## WORK ITEM
Each record below must be retyped exactly, with nothing left out.

SUPPLIED MATERIAL START

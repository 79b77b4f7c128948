import { readFile, stat } from 'node:fs/promises';
import { resolve } from 'node:path';
import { InputError } from '../errors/input-error.js';
import { defaultConfig } from './defaults.js';
import { parseConfigLazily } from './parse-lazily.js';
import type { Config } from './types.js';

import { DEFAULT_CONFIG_PATHS } from './locate.js';

export { DEFAULT_CONFIG_PATHS };

/** Largest config file read, in bytes; a real one is a few kilobytes. */
export const MAX_CONFIG_FILE_BYTES = 1024 * 1024;

export interface ReadConfigOptions {
  /** A missing file is an error (default: true when a path is given, false when looked up). */
  required?: boolean;
  /** Folder that relative paths start from (default: process.cwd()). */
  cwd?: string;
}

/**
 * Reads and parses a config file. Without a path, looks for `.github/bellgate.yml` (then
 * `.yaml`) in the working folder and returns the defaults when there is none. A named path that
 * is missing is an InputError (unless `required: false`, as for the action's default input).
 * Refuses files over 1 MiB, folders and text that is not UTF-8. Messages name the path as given,
 * so "file:line:col" points where the user looks.
 * @example await readConfigFile() // defaults when the repository has no .github/bellgate.yml
 */
export async function readConfigFile(path?: string, options: ReadConfigOptions = {}): Promise<Config> {
  const cwd = options.cwd ?? process.cwd();
  const required = options.required ?? path !== undefined;
  const candidates = path === undefined ? DEFAULT_CONFIG_PATHS : [path];
  for (const candidate of candidates) {
    const text = await readText(candidate, resolve(cwd, candidate));
    if (text !== undefined) return parseConfigLazily(text, candidate);
  }
  if (required) {
    throw new InputError(`config file ${path ?? candidates[0]} does not exist`, {
      where: path,
      fix: 'check the path (it is relative to the working folder), or leave the config out to use the defaults',
    });
  }
  return defaultConfig();
}

/** The file's text, or undefined when it does not exist. */
async function readText(shown: string, full: string): Promise<string | undefined> {
  let size: number;
  try {
    const info = await stat(full);
    if (info.isDirectory()) {
      throw new InputError(`config path ${shown} is a folder, not a file`, {
        where: shown,
        fix: 'name the YAML file itself',
      });
    }
    size = info.size;
  } catch (err) {
    if (err instanceof InputError) throw err;
    const code = (err as NodeJS.ErrnoException).code;
    if (code === 'ENOENT' || code === 'ENOTDIR') return undefined;
    throw new InputError(`cannot read config file ${shown} (${code ?? String(err)})`, {
      where: shown,
      fix: 'check that the file is readable',
      cause: err,
    });
  }
  if (size > MAX_CONFIG_FILE_BYTES) throw tooLarge(shown, size);
  let bytes: Buffer;
  try {
    bytes = await readFile(full);
  } catch (err) {
    const code = (err as NodeJS.ErrnoException).code;
    throw new InputError(`cannot read config file ${shown} (${code ?? String(err)})`, {
      where: shown,
      fix: 'check that the file is readable',
      cause: err,
    });
  }
  // The file may have grown since stat.
  if (bytes.length > MAX_CONFIG_FILE_BYTES) throw tooLarge(shown, bytes.length);
  try {
    return new TextDecoder('utf-8', { fatal: true }).decode(bytes);
  } catch (err) {
    throw new InputError(`config file ${shown} is not UTF-8 text`, {
      where: shown,
      fix: 'save the file as UTF-8',
      cause: err,
    });
  }
}

function tooLarge(shown: string, size: number): InputError {
  return new InputError(`config file ${shown} is ${size} bytes; the limit is ${MAX_CONFIG_FILE_BYTES} (1 MiB)`, {
    where: shown,
    fix: 'a Bellgate config is a few kilobytes; check that the right file is named',
  });
}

SUPPLIED MATERIAL END

## REPLY
repository 79b77b4f7c128948
import { readFile, stat } from 'node:fs/promises';
import { resolve } from 'node:path';
import { InputError } from '../errors/input-error.js';
import { defaultConfig } from './defaults.js';
import { parseConfigLazily } from './parse-lazily.js';
import type { Config } from './types.js';

import { DEFAULT_CONFIG_PATHS } from './locate.js';

export { DEFAULT_CONFIG_PATHS };

/** Largest config file read, in bytes; a real one is a few kilobytes. */
export const MAX_CONFIG_FILE_BYTES = 1024 * 1024;

export interface ReadConfigOptions {
  /** A missing file is an error (default: true when a path is given, false when looked up). */
  required?: boolean;
  /** Folder that relative paths start from (default: process.cwd()). */
  cwd?: string;
}

/**
 * Reads and parses a config file. Without a path, looks for `.github/bellgate.yml` (then
 * `.yaml`) in the working folder and returns the defaults when there is none. A named path that
 * is missing is an InputError (unless `required: false`, as for the action's default input).
 * Refuses files over 1 MiB, folders and text that is not UTF-8. Messages name the path as given,
 * so "file:line:col" points where the user looks.
 * @example await readConfigFile() // defaults when the repository has no .github/bellgate.yml
 */
export async function readConfigFile(path?: string, options: ReadConfigOptions = {}): Promise<Config> {
  const cwd = options.cwd ?? process.cwd();
  const required = options.required ?? path !== undefined;
  const candidates = path === undefined ? DEFAULT_CONFIG_PATHS : [path];
  for (const candidate of candidates) {
    const text = await readText(candidate, resolve(cwd, candidate));
    if (text !== undefined) return parseConfigLazily(text, candidate);
  }
  if (required) {
    throw new InputError(`config file ${path ?? candidates[0]} does not exist`, {
      where: path,
      fix: 'check the path (it is relative to the working folder), or leave the config out to use the defaults',
    });
  }
  return defaultConfig();
}

/** The file's text, or undefined when it does not exist. */
async function readText(shown: string, full: string): Promise<string | undefined> {
  let size: number;
  try {
    const info = await stat(full);
    if (info.isDirectory()) {
      throw new InputError(`config path ${shown} is a folder, not a file`, {
        where: shown,
        fix: 'name the YAML file itself',
      });
    }
    size = info.size;
  } catch (err) {
    if (err instanceof InputError) throw err;
    const code = (err as NodeJS.ErrnoException).code;
    if (code === 'ENOENT' || code === 'ENOTDIR') return undefined;
    throw new InputError(`cannot read config file ${shown} (${code ?? String(err)})`, {
      where: shown,
      fix: 'check that the file is readable',
      cause: err,
    });
  }
  if (size > MAX_CONFIG_FILE_BYTES) throw tooLarge(shown, size);
  let bytes: Buffer;
  try {
    bytes = await readFile(full);
  } catch (err) {
    const code = (err as NodeJS.ErrnoException).code;
    throw new InputError(`cannot read config file ${shown} (${code ?? String(err)})`, {
      where: shown,
      fix: 'check that the file is readable',
      cause: err,
    });
  }
  // The file may have grown since stat.
  if (bytes.length > MAX_CONFIG_FILE_BYTES) throw tooLarge(shown, bytes.length);
  try {
    return new TextDecoder('utf-8', { fatal: true }).decode(bytes);
  } catch (err) {
    throw new InputError(`config file ${shown} is not UTF-8 text`, {
      where: shown,
      fix: 'save the file as UTF-8',
      cause: err,
    });
  }
}

function tooLarge(shown: string, size: number): InputError {
  return new InputError(`config file ${shown} is ${size} bytes; the limit is ${MAX_CONFIG_FILE_BYTES} (1 MiB)`, {
    where: shown,
    fix: 'a Bellgate config is a few kilobytes; check that the right file is named',
  });
}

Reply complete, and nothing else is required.